Furthermore, we note that in Sass and in the case before us there was substantial evidence in the record demonstrating rehabilitation. In both cases, the California Board of Prison Terms appeared to give little or no weight to this evidence in reaching its conclusion that Sass and Irons presently constituted a danger to society and thus were unsuitable for parole. We hope that the Board will come to recognize that in some cases, indefinite detention based solely on an inmate’s commitment offense, regardless of the extent of his rehabilitation, will at some point violate due process, given the liberty interest in parole that flows from the relevant California statutes. Biggs, 334 F.3d at 917.5
The district court’s order granting Irons’ petition for habeas corpus is REVERSED.
. The record also shows that he was deemed unsuitable for parole in 2002, 2003, and 2004. *850We, of course, express no view as to the constitutionality of these denials or the applicability of the warning set forth in Biggs v. Terhune, 334 F.3d 910 (9th Cir.2003). See pp. 853, infra.
. We need not address whether the Board’s determination was “otherwise arbitrary” because that question is not implicated here.
. Specifically, under California Penal Code section 3041(a), "one year before the prisoner’s minimum eligible parole date, a Board panel shall meet with the inmate, ‘shall normally set a parole release date,’ and shall do so ‘in a manner that will provide uniform terms for offenses of similar gravity and magnitude in respect to their threat to the public.' ” Dannenberg, 34 Cal.4th at 1078, 23 Cal.Rptr.3d 417, 104 P.3d 783. However, a "determination of an individual inmate’s suitability for parole under section 3041, subdivision (b) must precede any effort to set a parole release date under the uniform-term principles of section 3041, subdivision (a).” Id. at 1079-80, 23 Cal.Rptr.3d 417, 104 P.3d 783.

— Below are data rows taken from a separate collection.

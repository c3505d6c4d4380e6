import { type Board, section } from './board.ts';
import { largeEnd, type LogShape } from './log-shape.ts';

/** slab: what is opened or wasted falls off · board: a layer of boards comes off · face: a face of the cant · quarter: the log is halved or quartered. */
export type CutKind = 'slab' | 'board' | 'face' | 'quarter';

/** One pass of the saw. Edging a layer to its boards is not counted: it is done after, from the table of boards. */
export interface Cut {
  readonly order: number;
  /** How far the log is turned from how it first lay, degrees. */
  readonly turnDeg: number;
  /** From the bed to the surface that the cut leaves, inside bark (add the bark where the log lies on bark). */
  readonly heightIn: number;
  readonly kind: CutKind;
}

interface Slice {
  readonly low: number;
  readonly high: number;
}

const NEAR = 1e-6;
/** Less wood than this between two boards is not sawn off: it stays on the board. */
const SLIVER_IN = 1 / 16;

/** Distinct layers of some boards, highest first, in heights over the bed. */
function slices(boards: readonly Board[], heightOf: (board: Board) => Slice): Slice[] {
  const found: Slice[] = [];
  for (const board of boards) {
    const slice = heightOf(board);
    if (!found.some((each) => Math.abs(each.low - slice.low) < NEAR && Math.abs(each.high - slice.high) < NEAR)) found.push(slice);
  }
  return found.sort((a, b) => b.high - a.high);
}

/** Passes from the top down through some layers. The lowest layer stays on the bed. */
function passes(layers: readonly Slice[], kerf: number, turnDeg: number): Omit<Cut, 'order'>[] {
  const cuts: Omit<Cut, 'order'>[] = [];
  let surface = Infinity;
  for (const { low, high } of layers) {
    if (surface - high > SLIVER_IN) cuts.push({ turnDeg, heightIn: high, kind: 'slab' });
    surface = low - kerf;
    if (surface > SLIVER_IN) cuts.push({ turnDeg, heightIn: surface, kind: 'board' });
  }
  return cuts;
}

function quarterCuts(log: LogShape, boards: readonly Board[], kerf: number): Omit<Cut, 'order'>[] {
  const pith = largeEnd(log) / 2;
  const halves = [45, 135].map((turnDeg): Omit<Cut, 'order'> => ({ turnDeg, heightIn: pith - kerf / 2, kind: 'quarter' }));
  const sides: readonly (readonly [number, (board: Board) => boolean])[] = [
    [0, (board) => !board.turned && board.xIn > 0],
    [90, (board) => board.turned && board.yIn > 0],
    [180, (board) => !board.turned && board.xIn < 0],
    [270, (board) => board.turned && board.yIn < 0],
  ];
  const over = (board: Board): Slice => {
    const { left, right, bottom, top } = section(board);
    return board.turned ? { low: pith + left, high: pith + right } : { low: pith + bottom, high: pith + top };
  };
  return [...halves, ...sides.flatMap(([turnDeg, has]) => passes(slices(boards.filter(has), over), kerf, turnDeg))];
}

/** How a log lies: 0 as it first lay, then turned; each turn brings another side up. */
type Turn = 0 | 90 | 180 | 270;
const opposite = (turn: Turn): Turn => ((turn + 180) % 360) as Turn;

/** A log on the mill, sawn layer by layer from whichever side is up. Places are from the pith, towards the side that is up. */
class OnTheMill {
  readonly cuts: Omit<Cut, 'order'>[] = [];
  private readonly surface = new Map<Turn, number>();

  constructor(
    radiusIn: number,
    private readonly kerfIn: number,
    private left: readonly Board[],
  ) {
    for (const turn of [0, 90, 180, 270] as const) this.surface.set(turn, radiusIn);
  }

  get isDone(): boolean {
    return this.left.length === 0;
  }

  get count(): number {
    return this.left.length;
  }

  private along(board: Board, turn: Turn): Slice {
    const { left, right, bottom, top } = section(board);
    return { 0: { low: bottom, high: top }, 90: { low: left, high: right }, 180: { low: -top, high: -bottom }, 270: { low: -right, high: -left } }[turn];
  }

  private cut(turn: Turn, at: number, kind: CutKind): void {
    this.cuts.push({ turnDeg: turn, heightIn: at + (this.surface.get(opposite(turn)) ?? 0), kind });
    this.surface.set(turn, at);
  }

  /** The uppermost boards, when one pass takes them all off and nothing else. */
  private layer(turn: Turn, left: readonly Board[]): readonly Board[] {
    const top = left.reduce<Slice | null>((highest, board) => {
      const slice = this.along(board, turn);
      return highest && highest.high >= slice.high ? highest : slice;
    }, null);
    if (!top) return [];
    const upper = left.filter((board) => this.along(board, turn).high > top.low - this.kerfIn + NEAR);
    const lies = (board: Board): boolean => {
      const { low, high } = this.along(board, turn);
      return board.turned === (turn % 180 === 90) && Math.abs(low - top.low) < NEAR && Math.abs(high - top.high) < NEAR;
    };
    return upper.every(lies) ? upper : [];
  }

  /** Whether layer after layer can be taken off from this side until nothing is left. */
  opensWholly(turn: Turn): boolean {
    let left = this.left;
    while (left.length > 0) {
      const layer = this.layer(turn, left);
      if (layer.length === 0) return false;
      left = left.filter((board) => !layer.includes(board));
    }
    return true;
  }

  /** Takes off what comes in whole layers. The last one stays on the bed. */
  peel(turn: Turn): void {
    for (let layer = this.layer(turn, this.left); layer.length > 0; layer = this.layer(turn, this.left)) {
      const { low, high } = this.along(layer[0] as Board, turn);
      if ((this.surface.get(turn) ?? 0) - high > SLIVER_IN) this.cut(turn, high, 'slab');
      const under = low - this.kerfIn;
      if (under + (this.surface.get(opposite(turn)) ?? 0) > SLIVER_IN) this.cut(turn, under, 'board');
      this.left = this.left.filter((board) => !layer.includes(board));
    }
  }

  /** Leaves a face over what is left, where there is wood worth sawing off. */
  face(turn: Turn): void {
    const wanted = Math.max(...this.left.map((board) => this.along(board, turn).high));
    if (this.left.length > 0 && (this.surface.get(turn) ?? 0) - wanted > SLIVER_IN) this.cut(turn, wanted, 'face');
  }
}

/**
 * The cuts of a plan in order, with the turns, the pith levelled. Heights are over the bed: while the log lies on its bark its pith
 * is half the large end's diameter over the bed; after that the flat already cut lies on the bed. The side that is up is sawn as far
 * as its boards come off in whole layers, then the one opposite, then the two beside them, until what is left opens from one side.
 */
export function cutsOf(log: LogShape, kerfIn: number, boards: readonly Board[], quartered: boolean): Cut[] {
  const number = (cuts: readonly Omit<Cut, 'order'>[]): Cut[] => cuts.map((cut, index) => ({ order: index + 1, ...cut }));
  if (boards.length === 0) return [];
  if (quartered) return number(quarterCuts(log, boards, kerfIn));
  const mill = new OnTheMill(largeEnd(log) / 2, kerfIn, boards);
  if (mill.opensWholly(0)) {
    mill.peel(0);
    return number(mill.cuts);
  }
  let before: number;
  do {
    before = mill.count;
    for (const turn of [0, 180, 90, 270] as const) {
      if (mill.isDone) break;
      const wholly = turn !== 180 && mill.opensWholly(turn);
      mill.peel(turn);
      if (!wholly) mill.face(turn);
    }
  } while (!mill.isDone && mill.count < before);
  return number(mill.cuts);
}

.Under these regulations, the circumstances tending to show that a prisoner is unsuitable include: (1) the commitment offense, where the offense was committed in "an especially heinous, atrocious or cruel manner”; (2) the prisoner’s previous record of violence; (3) "a history of unstable or tumultuous relationships with others”; (4) commission of "sadistic sexual offenses”; (5) "a lengthy history of severe mental problems related to the offense”; and (6) “serious misconduct in prison or jail.” Cal.Code. Regs., tit. 15 § 2402(c). Circumstances tending to show that a prisoner is suitable for parole include: (1) the prisoner has no juvenile record; (2) the prisoner has experienced reasonably stable relationships with others; (3) the prisoner has shown remorse; ... (6) the prisoner lacks any significant history of violent crime; ... (8) the prisoner "has made realistic plans for release or has developed marketable skills that can be *852pul to use upon release”; (9) ''[(Institutional activities indicate an enhanced ability to function within the law upon release.” Cal.Code. Regs., tit. 15 § 2402(d).
. Although we requested and received briefing on the constitutionality of the provision of AEDPA that directs federal courts to grant habeas relief to state petitioners only when the state court decision denying relief was “contrary to, or involved an unreasonable application, of clearly established Federal law, as determined by the Supreme Court of the United States,” 28 U.S.C. 2254(d)(1), we are now persuaded that Duhaime v. Ducharme, 200 F.3d 597 (9th Cir.2000), answers that question, correctly or not, for the court. A three-judge panel of this court is without authority to overrule a holding of an earlier panel. Miller v. Gammie, 335 F.3d 889, 899 (9th Cir.2003) (en banc). Only an en banc court has the authority to do so. Id.